Lorenzo studied his brother, riding tall in the saddle, as handsome and rich and arrogant looking as Piero de’Medici, and hoped not.


They had difficulties crossing onto the island of the Cité. To Lorenzo’s surprise, the Petit Pont—the little bridge—was crawling with watchmen. The men inspected wagons, opening grain baskets and thumping great casks of wine and olive oil—anything big enough to conceal a man, it seemed. The Florentine wagon train made it onto the bridge, then stalled as they fell under inspection.

Demetrius rode his horse up from the wagons a moment later. “Two men want to inspect the strongbox.”

“Open it,” Marco said. “But don’t let them touch anything.”

When Demetrius had gone, Marco turned to Lorenzo. “We’re inside the walls. A little late to be searching for English spies, don’t you think?”

Lorenzo frowned. Yes, strange.

Finally at the toll gate itself, they waited while a band of filthy, crippled men and women argued they were mendicants and not subject to the toll.

“What’s your business?” a guard asked.

“The Hôtel Dieu,” one of the beggars said. He waved a scrap of parchment. “This here is from the bishop.”

The toll collector glanced at the parchment, but neither he nor the beggar likely could read what was written there. “Show your faces. All of you. Arms and hands, too.”

The beggars pulled back cowls and lifted sleeves to prove they were not escapees from the leprosarium outside the city walls. The toll collector waved them in.

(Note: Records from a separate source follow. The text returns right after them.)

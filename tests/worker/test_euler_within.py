"""Euler-equation errors beside a choice that sets no state (worker.euler_within, worker.continuous.setters_euler).

An invented workshop: machines ``k`` chosen anywhere in their interval (continuous, ``next_of`` ``k``), tools
``h`` bought on their grid out of a fixed allowance ``e`` (``w = e − h_next`` left for other spending), and a
daily effort (0 or 1, setting no state) that raises today's output ``y = z k**a1 h**a2 (1 + g · effort)`` and
costs ``κ z`` in utility (effort is dearer in good times); output is eaten or put into tomorrow's machines, both
kinds wearing out fully; reward ``log(c) + log(w) − κ z effort``, ``c = y − k_next``.

Exact policy (Brock, W. A. and L. J. Mirman (1972), "Optimal economic growth and uncertainty: the discounted
case", Journal of Economic Theory 4(3), 479–513, extended by guess and verify to two capital goods and the
effort): with ``V = A(z) + B1 log k + B2 log h``, the first-order conditions ``1/c = β B1/k'`` and
``1/w = β B2/h'`` give ``k' = β B1 y/(1 + β B1)``, ``h' = β B2 e/(1 + β B2)``; the reward then holds
``(1 + β B1) log y``, whose ``log k`` and ``log h`` coefficients give ``B1 = a1/(1 − β a1)``,
``B2 = a2/(1 − β a1)``: ``k' = a1 β y`` and ``h' = H_BAR``, whatever the effort.  The effort enters only
``(1 + β B1) log(1 + g · effort) − κ z effort`` (the rest is the same with or without it), so it is taken
where ``log(1 + g)/(1 − β a1) > κ z``: here at the low shock and not at the high one.  The calibration is
invented.
"""

from __future__ import annotations

import math
from types import SimpleNamespace
from typing import Any

import numpy as np
import pytest
from scipy.interpolate import RegularGridInterpolator

from tests._documents import grid_document, with_horizon, with_period_slot
from tests._euler_checks import assert_each_choice_off_by
from worker.continuous.mixed_euler import searcher
from worker.continuous.setters_euler import setters_errors, setters_setup
from worker.document import parse_document
from worker.euler import TEST_POINTS_PER_GRID_POINT
from worker.euler_choices import choices_errors, choices_setup, grid_rules
from worker.euler_points import errors_at
from worker.euler_within import maximised, within_reason
from worker.feasibility import model_data
from worker.solve import compile_document, solve
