def ensure_job(
    sweep: Sweep, index: int, *, prepared: dict[str, Any] | None = None, counted: bool = False
) -> str | None:
    """Create and record the job of row ``index`` (see :func:`_ensure_one`); a row answered from a solved
    twin is finished at once, and so are its chain successors answered the same way (in a loop, not by
    recursion: a chain of thousands of solved rows is followed in one call)."""
    job_id, reused = _ensure_one(sweep, index, prepared=prepared, counted=counted)
    due = [index] if reused else []
    while due:
        done = due.pop()
        record_means(sweep, done_job := sweep.store.redis.hget(sweep.keys.jobs, done).decode(), done)
        twin_answered(sweep, done, done_job)
        if not sweep.plan.chain or sweep.canceled_at is not None:
            continue
        for successor in sweep.plan.successors(done):
            try:
                if _ensure_one(sweep, successor)[1]:
                    due.append(successor)
            except AtCap:
                pass  # created once one of the owner's jobs finishes
    return job_id


def _ensure_one(
    sweep: Sweep, index: int, *, prepared: dict[str, Any] | None = None, counted: bool = False
) -> tuple[str | None, bool]:
    """Create and record the job of row ``index`` unless it exists or another creator holds the claim.

    The claim is held until the job id is in the sweep's jobs hash, and the
    job is enqueued only after that, so its own finish always finds its row.
    ``prepared`` is the door's admitted summary of the row's document.
    Unless ``counted`` (the door reserved the slots of its first jobs), the
    job takes a slot of the owner's active-job caps as a submission would; when
    there is none, :class:`AtCap` is raised, nothing is created, and the sweep
    is remembered among the owner's sweeps waiting for a slot (the row is
    created when one of the owner's jobs finishes, or by the reaper).
    Unless the sweep is ``fresh``, a row whose document the owner solved already
    gets a job that is done at once (``reused``), which takes no slot.
    Returns (the new job id or None when nothing was created, whether it was reused).
    """
    store, keys = sweep.store, sweep.keys
    if store.redis.hexists(keys.jobs, index):
        return None, False
    token = secrets.token_hex(8)
    if not store.redis.set(keys.claim(index), token, nx=True, px=CLAIM_MS):
        return None, False
    settle = store.redis.register_script(_SETTLE_WITHOUT_JOB)
    settle_keys = [keys.claim(index), keys.jobs, keys.errors]
    active = ActiveJobs(store.redis, store.settings.redis_prefix)
    high = sweep.record.get("priority") == "high"
    reservation = Reservation(sweep.owner, high, member="")
    try:
        if store.redis.hexists(keys.jobs, index) or store.redis.hexists(keys.errors, index):
            settle(keys=settle_keys, args=[token, index, ""])
            return None, False
        raw, prepared = _document_of(sweep, index, prepared)
        record, reused, start_free = reused_row(sweep, raw, prepared)
        if not reused:
            if not counted:
                reservation = _take_slot(sweep, active, high)
            if record is None:
                record = create_submitted_job(raw, store, owner=sweep.owner, enqueue=False, **prepared)
    except FixqError as exc:
        active.release(reservation)
        error = {"title": exc.title, "detail": exc.detail, "errors": exc.errors}
        settle(keys=settle_keys, args=[token, index, orjson.dumps(error)])
        return None, False
    except BaseException:
        try:
            active.release(reservation)
            settle(keys=settle_keys, args=[token, index, ""])
        except redis.RedisError:
            pass  # the claim lapses after CLAIM_MS, the reservation after RESERVATION_S
        raise
    job_id = record["id"]
    outcome = store.redis.register_script(_RECORD_JOB)(
        keys=[keys.claim(index), keys.jobs, keys.job_link(job_id), keys.sweep],
        args=[token, index, job_id, f"{sweep.id}:{index}"],
    ).decode()
    if outcome == "taken":
        # Another creator recorded the row after this one's claim lapsed: this job never runs.
        store.request_cancel(job_id)
        active.release(reservation)
        return None, False
    if reused:
        active.release(reservation)
        return job_id, True
    # Counted among the owner's active jobs, so later submissions see it under their caps.
    active.bind(reservation, [job_id])
    remember_row(sweep, prepared, start_free, job_id)
    if outcome == "canceled":
        # The sweep was canceled while this job was being created.
        _cancel_job(store, job_id)
    else:
        store.enqueue_created(record)
    return job_id, False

Lorenzo dropped from his horse to present his credentials. A copy of his orders, the list of his goods to trade, with the wax seal of the Boccaccio and Father’s signature—forged by Mother, since Father couldn’t grip a quill since the apoplexy struck his body. The toll collector gave a perfunctory glance, then handed it back for the Florentine to read aloud. Lorenzo read it first in Latin, then translated to French. He looked up to see the toll collector staring at the yellow cross on his breast.

He remounted. Waiting for the mule train to pull into motion, his eyes wandered along the riverbank toward the grand manor houses, thinking about Lucrezia again. A chilling sight caught his eye. Live bodies hung in the gibbets that dangled over the stone wall to the left of the gatehouse. He hadn’t paid them much attention from a distance, except to notice the shear number of them—at least forty metal cages at the end of twelve-foot poles. Criminals—both civil and ecclesiastic—might end their days in one of the metal contraptions, condemned to die from thirst or exposure. More typically, they’d winch up a convicted murderer
after
his execution, let the crows pick his flesh. The skeletons might sit in that position for years.

Indeed, most of the gibbets held nothing but bones and a few greasy strands of hair. But the nearest three gibbets held bodies. The first, strangely enough, held a dead dog—a mastiff or some other large breed. The other two held young men, dressed in rags. They gripped the bars and stared back at him.

Lorenzo couldn’t look away. He imagined his own hands on the cold metal, thought of the miserable twenty-four hours he’d spent at the priory of San Domenico, doing penance in just such a contraption. Summer then, not winter, the heat like hammer and tongs on his tonsured scalp. His tongue like worn-through boot leather. His hand went to the cross at his breast.

Marco and the rest of the wagon train were ahead of him, passing through the gates onto the island with the clomp of hooves and the shouts of muleteers. Lorenzo turned his horse to follow, but hesitated as he passed beneath the gatehouse.

“Tollmaster,” he called up at the man staring down from a window above him. “Who are those men in the gibbets?”

A shadow passed over the man’s face. “
Loup-garou
.”

Lorenzo wasn’t sure he properly understood the French. “I’m sorry—did you say wolf man?”